What you’re doing through this content model is developing and retaining your own equity while building audiences and influence through other channels. Notice that within Social Media you can start building an audience NOW, following others and sharing content – you need not have a brand, business, or article to get going. The audience built there serves the audience you establish on your own domain while the content you create on your own domain reaches different audiences, in different ways, when you turn to LinkedIn, Quora, and other Content Sites to repurpose your ideas. It’s the collective audience and influence that traditional Media needs to identify compelling stories worth visiting, with you, for their own audiences.

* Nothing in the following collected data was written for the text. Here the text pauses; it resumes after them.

/**
 * Percentile bootstrap over cases (subjects), seeded.
 *
 * Efron, B., & Tibshirani, R. J. (1993). An Introduction to the Bootstrap. Chapman & Hall,
 * ch. 13 (the percentile interval).
 *
 * Each resample draws n subjects with replacement from the n subjects of a group. A statistic is
 * then computed with subject i counted w_i times, where w_i is how often i was drawn
 * (Σ w_i = n); the statistics modules take such multiplicities directly, so no resampled copy of
 * the data is ever built. The 95% interval is [q_0.025, q_0.975] of the resampled values, with
 * the quantile of Hyndman & Fan's type 7 (linear interpolation, R's default). Resamples where a
 * statistic is undefined (NaN; e.g. every resampled rating in one category) are left out of its
 * interval, and the count of those used is reported.
 *
 * Draws come from an MT19937 stream (app/blinding/streams.ts), so the same seed and data give
 * the same interval on every machine (drawMultiplicities says how a draw is made).
 */
import type { MT19937 } from '../blinding/mt19937.ts';

/** Resamples and seed of the agreement intervals unless the user says otherwise. */
export const DEFAULT_BOOTSTRAP_RESAMPLES = 2000;
export const DEFAULT_BOOTSTRAP_SEED = 1;

export interface BootstrapInterval {
  ci95: [number, number] | null;
  /** Resamples in which the statistic was defined. */
  used: number;
}

/**
 * Runs `resamples` case resamples of `subjects` subjects. For each, `evaluate` receives the
 * multiplicities and writes its `statistics` values into `out`. Returns, per statistic, the
 * resampled values. With `classOf` (subject → class, e.g. subjects with equal category counts,
 * ./rating-matrix.ts distinctPatterns) the multiplicities are summed per class, so `evaluate`
 * works on `classes` entries instead of `subjects`.
 */
export function caseBootstrap(
  subjects: number,
  resamples: number,
  statistics: number,
  rng: MT19937,
  evaluate: (weights: Uint32Array, out: Float64Array) => void,
  classOf?: Int32Array,
  classes = subjects,
): Float64Array[] {
  const samples = Array.from({ length: statistics }, () => new Float64Array(resamples));
  const weights = new Uint32Array(classOf ? classes : subjects);
  const identity = classOf ?? Int32Array.from({ length: subjects }, (_, i) => i);
  const out = new Float64Array(statistics);
  for (let b = 0; b < resamples; b++) {
    weights.fill(0);
    drawMultiplicities(rng, subjects, identity, weights);
    out.fill(Number.NaN);
    evaluate(weights, out);
    for (let k = 0; k < statistics; k++) samples[k][b] = out[k];
  }
  return samples;
}

/**
 * Draws n indices uniformly from 0..n-1 and adds one to `weights[classOf[index]]` for each.
 *
 * A draw uses b = ⌈log2 n⌉ + 1 bits of a 32-bit output of the generator, so one output gives
 * ⌊32 / b⌋ draws (3 for n = 500, 2 for n = 2000); a chunk is accepted only below the largest
 * multiple of n that fits in b bits (rejection, so every index is exactly equally likely; fewer
 * than a quarter of the chunks are rejected). Chunks are taken from the high bits down.
 */
export function drawMultiplicities(rng: MT19937, n: number, classOf: ArrayLike<number>, weights: Uint32Array): void {
  const bits = Math.ceil(Math.log2(n)) + 1;
  if (bits > 31) {
    for (let i = 0; i < n; i++) weights[classOf[rng.nextBelow(n)]] += 1;
    return;
  }
  const per = Math.floor(32 / bits);
  const span = 2 ** bits;
  const limit = span - (span % n);
  const mask = span - 1;
  let drawn = 0;
  while (drawn < n) {
    const x = rng.nextUint32();
    for (let c = 1; c <= per && drawn < n; c++) {
      const chunk = (x >>> (32 - c * bits)) & mask;
      if (chunk < limit) {
        weights[classOf[chunk % n]] += 1;
        drawn++;
      }
    }
  }
}

/** Type 7 quantile of ascending `sorted` values, 0 ≤ p ≤ 1. */
export function quantileSorted(sorted: Float64Array, p: number): number {
  const pos = p * (sorted.length - 1);
  const lo = Math.floor(pos);
  const hi = Math.min(sorted.length - 1, lo + 1);
  return sorted[lo] + (sorted[hi] - sorted[lo]) * (pos - lo);
}

/** Percentile 95% interval of resampled values, NaN left out; null when fewer than 2 remain. */
export function percentileInterval(samples: Float64Array): BootstrapInterval {
  const defined = samples.filter((v) => !Number.isNaN(v)).sort();
  if (defined.length < 2) return { ci95: null, used: defined.length };
  return { ci95: [quantileSorted(defined, 0.025), quantileSorted(defined, 0.975)], used: defined.length };
}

It’s important to appreciate that early stage marketing is not growth hacking, merely customer acquisition, nor akin to corporate marketing. In your earliest iteration as a media entity such as a band or video game producer, startup, or local business, establishing and defending a share of your market determines your every future possibility. This is the role of marketing from before you even start; knowing what to do, how, and why. Yes, Medium does offer a white label service whereby they can host your content in such a way that it looks like your site. Yes, WordPress can run everything for you. Yes, Wix, SquareSpace, or BandSpan are incredibly easy to enable and often seemingly ideal for what you’re doing. Under various circumstances, those are indeed the best way to start; just make sure the decision you’re making about your content service the long term objectives of your new venture – is it the ideal way to develop an audience, influence customers, and appeal to partners and investors?
Brian Clark went on, that thinking holistically about content, like a digital media company, creates an “unfair advantage.” Retain more equity (which is after all, what you want to do as a new business with investors isn’t it?): Having an audience allows you to bootstrap longer, perhaps indefinitely. The audience will not only convert to customers and clients, but it will spread your content for you, constantly filling your pipeline with new prospects.

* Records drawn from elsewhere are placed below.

/**
 * Cohen's kappa for two readers, unweighted and weighted, with its large-sample standard error.
 *
 * Cohen, J. (1960). A coefficient of agreement for nominal scales. Educational and Psychological
 *   Measurement, 20(1), 37–46. https://doi.org/10.1177/001316446002000104
 * Cohen, J. (1968). Weighted kappa: Nominal scale agreement with provision for scaled
 *   disagreement or partial credit. Psychological Bulletin, 70(4), 213–220.
 *   https://doi.org/10.1037/h0026256
 * Fleiss, J. L., Cohen, J., & Everitt, B. S. (1969). Large sample standard errors of kappa and
 *   weighted kappa. Psychological Bulletin, 72(5), 323–327. https://doi.org/10.1037/h0028106
 *
 * With p_ij the share of cases reader A put in category i and reader B in category j, margins
 * p_i· and p_·j, and agreement weights w_ij (w_ii = 1, 0 ≤ w_ij ≤ 1):
 *
 *   p_o = Σ_ij w_ij p_ij,   p_e = Σ_ij w_ij p_i· p_·j,   κ_w = (p_o − p_e) / (1 − p_e)
 *
 * Unweighted kappa is the case w = I. Linear and quadratic weights on category values x_i
 * (Cicchetti & Allison 1971; Fleiss & Cohen 1973):
 *
 *   linear    w_ij = 1 − |x_i − x_j| / (x_max − x_min)
 *   quadratic w_ij = 1 − (x_i − x_j)² / (x_max − x_min)²
 *
 * Standard error (Fleiss, Cohen & Everitt 1969, the non-null variance), with
 * w̄_i· = Σ_j p_·j w_ij and w̄_·j = Σ_i p_i· w_ij:
 *
 *   Var(κ_w) = { Σ_ij p_ij [w_ij (1 − p_e) − (w̄_i· + w̄_·j)(1 − p_o)]² − (p_o p_e − 2 p_e + p_o)² }
 *              / (n (1 − p_e)⁴)
 *
 * 95% interval κ_w ± z_0.975 SE (z from @stdlib's normal quantile), cut to [−1, 1] as R psych
 * does where the large-sample interval runs past the range. κ is undefined (NaN) when p_e = 1.
 * Weighted kappa does not change when unused categories are added, so the categories may be the
 * whole scale or just those observed.
 */
import normalQuantile from '@stdlib/stats-base-dists-normal-quantile';

export type KappaWeighting = 'unweighted' | 'linear' | 'quadratic';
export const KAPPA_WEIGHTINGS: readonly KappaWeighting[] = ['unweighted', 'linear', 'quadratic'];

export interface CohenKappa {
  value: number;
  se: number;
  ci95: [number, number];
  /** Cases both readers scored. */
  n: number;
  pObserved: number;
  pExpected: number;
}

const Z975 = normalQuantile(0.975, 0, 1);

/** q × q agreement weights for ascending category values. */
export function kappaWeights(categories: readonly number[], weighting: KappaWeighting): Float64Array {
  const q = categories.length;
  const w = new Float64Array(q * q);
  const range = categories[q - 1] - categories[0];
  for (let i = 0; i < q; i++) {
    for (let j = 0; j < q; j++) {
      const d = Math.abs(categories[i] - categories[j]);
      w[i * q + j] =
        weighting === 'unweighted' ? (i === j ? 1 : 0)
        : range === 0 ? 1
        : weighting === 'linear' ? 1 - d / range
        : 1 - (d * d) / (range * range);
    }
  }
  return w;
}

/**
 * Kappa from a q × q table of counts (row-major; rows reader A, columns reader B) and q × q
 * agreement weights.
 */
export function cohenKappaFromTable(table: ArrayLike<number>, weights: ArrayLike<number>, q: number): CohenKappa {
  if (table.length !== q * q || weights.length !== q * q) throw new RangeError(`table and weights must be ${q} x ${q}`);
  let n = 0;
  for (let k = 0; k < q * q; k++) n += table[k];
  const row = new Float64Array(q);
  const col = new Float64Array(q);
  for (let i = 0; i < q; i++) {
    for (let j = 0; j < q; j++) {
      row[i] += table[i * q + j] / n;
      col[j] += table[i * q + j] / n;
    }
  }
  let po = 0;
  let pe = 0;
  const wRow = new Float64Array(q); // w̄_i· = Σ_j p_·j w_ij
  const wCol = new Float64Array(q); // w̄_·j = Σ_i p_i· w_ij
  for (let i = 0; i < q; i++) {
    for (let j = 0; j < q; j++) {
      const w = weights[i * q + j];
      po += (w * table[i * q + j]) / n;
      pe += w * row[i] * col[j];
      wRow[i] += col[j] * w;
      wCol[j] += row[i] * w;
    }
  }
  const value = pe === 1 ? Number.NaN : (po - pe) / (1 - pe);
  let sum = 0;
  for (let i = 0; i < q; i++) {
    for (let j = 0; j < q; j++) {
      const p = table[i * q + j] / n;
      if (p === 0) continue;
      const t = weights[i * q + j] * (1 - pe) - (wRow[i] + wCol[j]) * (1 - po);
      sum += p * t * t;
    }
  }
  const c = po * pe - 2 * pe + po;
  const variance = (sum - c * c) / (n * (1 - pe) ** 4);
  // Rounding can leave a tiny negative variance under perfect agreement.
  const se = pe === 1 ? Number.NaN : Math.sqrt(Math.max(0, variance));
  const ci95: [number, number] = [Math.max(-1, value - Z975 * se), Math.min(1, value + Z975 * se)];
  return { value, se, ci95, n, pObserved: po, pExpected: pe };
}

/** The q × q table of two readers' category indices (−1 = not scored), over the cases both scored. */
export function crossTableOfIndices(a: ArrayLike<number>, b: ArrayLike<number>, q: number): { table: Float64Array; n: number } {
  const table = new Float64Array(q * q);
  let n = 0;
  for (let s = 0; s < a.length; s++) {
    const i = a[s];
    const j = b[s];
    if (i < 0 || j < 0) continue;
    table[i * q + j] += 1;
    n++;
  }
  return { table, n };
}

/** Category index of each score (−1 for NaN); a score not among the categories is an error. */
export function categoryIndices(scores: ArrayLike<number>, categories: readonly number[]): Int32Array {
  const index = new Map(categories.map((c, j) => [c, j]));
  const out = new Int32Array(scores.length);
  for (let s = 0; s < scores.length; s++) {
    const v = scores[s];
    if (Number.isNaN(v)) {
      out[s] = -1;
      continue;
    }
    const j = index.get(v);
    if (j === undefined) throw new RangeError(`case ${s + 1}: score ${v} is not one of the categories ${categories.join(', ')}`);
    out[s] = j;
  }
  return out;
}

/** The q × q table of two readers' scores over the cases both scored (pairwise deletion). */
export function crossTable(a: ArrayLike<number>, b: ArrayLike<number>, categories: readonly number[]): { table: Float64Array; n: number } {
  return crossTableOfIndices(categoryIndices(a, categories), categoryIndices(b, categories), categories.length);
}

/** Kappa of two readers' score vectors (NaN = not scored), over the cases both scored. */
export function cohenKappa(
  a: ArrayLike<number>,
  b: ArrayLike<number>,
  categories: readonly number[],
  weighting: KappaWeighting,
): CohenKappa {
  if (a.length !== b.length) throw new RangeError('both readers need one entry per case');
  const { table, n } = crossTable(a, b, categories);
  if (n === 0) throw new RangeError('Cohen kappa: no case was scored by both readers');
  return cohenKappaFromTable(table, kappaWeights(categories, weighting), categories.length);
}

When we wonder how Medium (or Twitter, or Quora, or Facebook, or…. or or…) is worth so much with a broken business model, it’s because of the audience they command. Your success as a new venture, and appeal to investors, has so much more to do with your influence of your audience, and your ability to convert visitors into customers, partners, and employees, on your terms rather than those of a 3rd party, is worth far more than having an early stage product in market with a few paying customers influencing decisions. After all, take it from Medium, once you have that audience, and investment, you can pivot.